The Hurwicz rule, named after Leonid Hurwicz, also known as optimism / pessimism rule that allows tradeoffs between pessimistic and optimistic decision rules because of the decision makers here can bring his personal and subjective adjustment by the so-called optimism parameter ( with 0 ≤ ≤ 1) expressed.

The respective maxima lines are thus with (which lies between 0 and 1 ) and the respective Zeilenminima with (1 -) - ie, in the sum with a value of 1 resulting amount - multiplied.

The larger, more optimistic is the default setting, at = 1 is the application of Maximax rule, at = 0, the application of the maximin rule before.

In this example, the decision maker selects for > 0.5, the stock and for < 0.5 the piggy bank.

The Hurwicz rule does not consider all possible outcomes, but evaluates the alternatives on the basis of a weighted average of their best and their worst possible result. The problem is with her still, that the choice of optimism parameter can vary greatly depending on mood.
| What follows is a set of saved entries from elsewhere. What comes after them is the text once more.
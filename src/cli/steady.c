/* limbeck steady: all steady states that a search finds, with their stability. */
#include <stdio.h>
#include <unistd.h>

#include "cli/session.h"

/* The constant of --along; -1 when there is none of that name, or it has no range. */
static int find_along(const session *s, lb_error *error)
{
    double low, high;
    bool is_logarithmic;
    int constant = lb_network_find_constant(s->network, s->given->along);
    *error = (lb_error){.code = constant < 0 ? LB_E_NAME : LB_E_ARG};
    if (constant < 0) {
        snprintf(error->message, sizeof error->message, "--along: there is no constant `%.80s`", s->given->along);
        snprintf(error->remedy, sizeof error->remedy, "`limbeck check` lists the constants");
        return -1;
    }
    if (!lb_network_range(s->network, constant, &low, &high, &is_logarithmic)) {
        snprintf(error->message, sizeof error->message, "--along: `%.80s` has no range in the file", s->given->along);
        snprintf(error->remedy, sizeof error->remedy, "give it one where it has its value: `in LOW .. HIGH`");
        return -1;
    }
    return constant;
}

static lb_status print(session *s, const lb_steady *steady, const lb_along *along)
{
    lb_layout layout = terminal_layout(STDOUT_FILENO);
    if (s->given->json)
        return lb_json_steady(s->system, s->diagnostics, steady, along, s->text);
    lb_status status = lb_text_steady(s->system, steady, &layout, s->text);
    return status == LB_OK && along ? lb_text_along(s->system, along, &layout, s->text) : status;
}

/* Steady states at the constants given, and special points along one where that is asked. */
static int solve(session *s)
{
    lb_error error = {.code = LB_OK};
    lb_steady_options steady_options = {
        .seed = s->given->seed, .sensitivities = s->given->sensitivities, .monitor = &s->monitor};
    lb_along_options along_options = {.seed = s->given->seed, .monitor = &s->monitor};
    lb_steady *steady = NULL;
    lb_along *along = NULL;
    int result;
    if (s->given->along && (along_options.constant = find_along(s, &error)) < 0)
        return session_fail_usage(s, &error);
    lb_status status = lb_steady_solve(s->system, &steady_options, &steady, &error);
    if (status == LB_OK && s->given->along)
        status = lb_along_solve(s->system, &along_options, &along, &error);
    if (status != LB_OK) {
        result = session_fail(s, &error);
    } else {
        result = session_print(s, print(s, steady, along));
        if ((steady->interrupted || (along && along->interrupted)) && result == EXIT_ANSWERED) {
            session_note_interrupted(s);
            result = EXIT_INTERRUPTED;
        }
    }
    lb_along_free(along);
    lb_steady_free(steady);
    return result;
}

static int run(const options *given)
{
    return session_answer(given, solve);
}

static const option_spec own[] = {
    {OPTION_ALONG, "--along", 0, "NAME", "folds and Hopf points in the range of a constant"},
    {OPTION_SENSITIVITIES, "--sensitivities", 0, NULL, "how each state and its leading eigenvalue move with each constant"},
    OPTION_NATIVE_SPEC,
};

const command command_steady = {
    .name = "steady",
    .usage = "steady FILE [options]",
    .summary = "steady states, eigenvalues, stability, relaxation times",
    .about = "Search for every steady state that has the conserved totals of the initial\n"
             "state, and say of each what kind it is and how fast it relaxes. Eigenvalues are\n"
             "those of the reaction space. A search can miss a state; none is claimed missing.\n"
             "With --along NAME the states are also followed through the range of a constant,\n"
             "and the folds and Hopf points on the way are located.\n",
    .examples = "  limbeck steady bath.mech\n"
                "  limbeck steady bath.mech --set '[B]=1.7'\n"
                "  limbeck steady bath.mech --along k3\n"
                "  limbeck steady bath.mech --sensitivities\n"
                "  limbeck steady bath.mech --json\n",
    .own = own,
    .own_count = sizeof own / sizeof *own,
    .run = run,
};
At = 0.3 would therefore opt for the alternative.

Laplace rule

Laplace's rule: It is believed that the chances for the occurrence of the possible results are the same for all choices. The option, then promising the best result is selected, that is, it is chosen that alternative whose expected value is maximal:

Laplace's rule is based on the following assumption: Since no probabilities with respect to the environmental conditions are known, there is no reason to assume that an environmental condition is more probable than another, therefore, have to assume equal distribution of probabilities. This takes into account the Laplace rule all environmental conditions in the evaluation of alternatives. In this example, the decision maker is indifferent between the stock and the piggy bank.

Laplace's rule is a special case of the Bayes rule.

Savage Niehans rule

The Savage Niehans rule ( also minimax -regret rule or rule of the smallest regret ): the assessment of alternative courses of action is not based on this rule on the immediate benefits of the results, but their damage values ​​or opportunity losses compared to the maximum possible profit. One chooses the alternative that minimizes the potential damage.

In the example: Adoption four possible environmental conditions (Z1, Z2, Z3 and Z4), and three available alternatives (A1, A2 and A3)

To determine the optimal alternative according to the Savage Niehans rule, the maximum result value must be determined based on all alternatives and that of all other result values ​​are subtracted in each state ().


  • Consideration of the state.
  • Determination of the maximum resulting value
  • Subtraction of all

This operation must be performed for each state. Is the highest value in each of the three alternatives (lines ) are then compared. The lowest value in this connection in this case represents the least opportunity loss and is therefore the cheapest alternative.

In the overall analysis, the calculation looks like this:

We note that the minimum value of the maximum handicap ( max disadvantage ) is 920. The opportunity losses in Alternative 1 are the lowest and thereby determine the choice of alternative.

Krelle rule

Another decision rule was proposed by Wilhelm Krelle. It is based on that all associated with an action -worths, , ..., be transformed with a relevant for the decision-maker preference function and uncertainty are then added.

The best alternative is now the one with the largest figure of merit.

Affordable loss after Sarasvathy

The individually affordable loss or application (and not the expected income ) determine what opportunities are perceived and what steps are being effectively put into a project. It is a decision heuristic, which is preferably used according to start-up research by highly experienced entrepreneurs under uncertainty (see effectuation - Theory entrepreneurial expertise ).

Experience criterion of Hodges and Lehmann

This rule is a compromise between the maximin rule and the Bayes rule π to an a priori size. In addition, the confidence parameter λ is introduced which indicates the extent to which the decision-makers of the a priori probability familiar.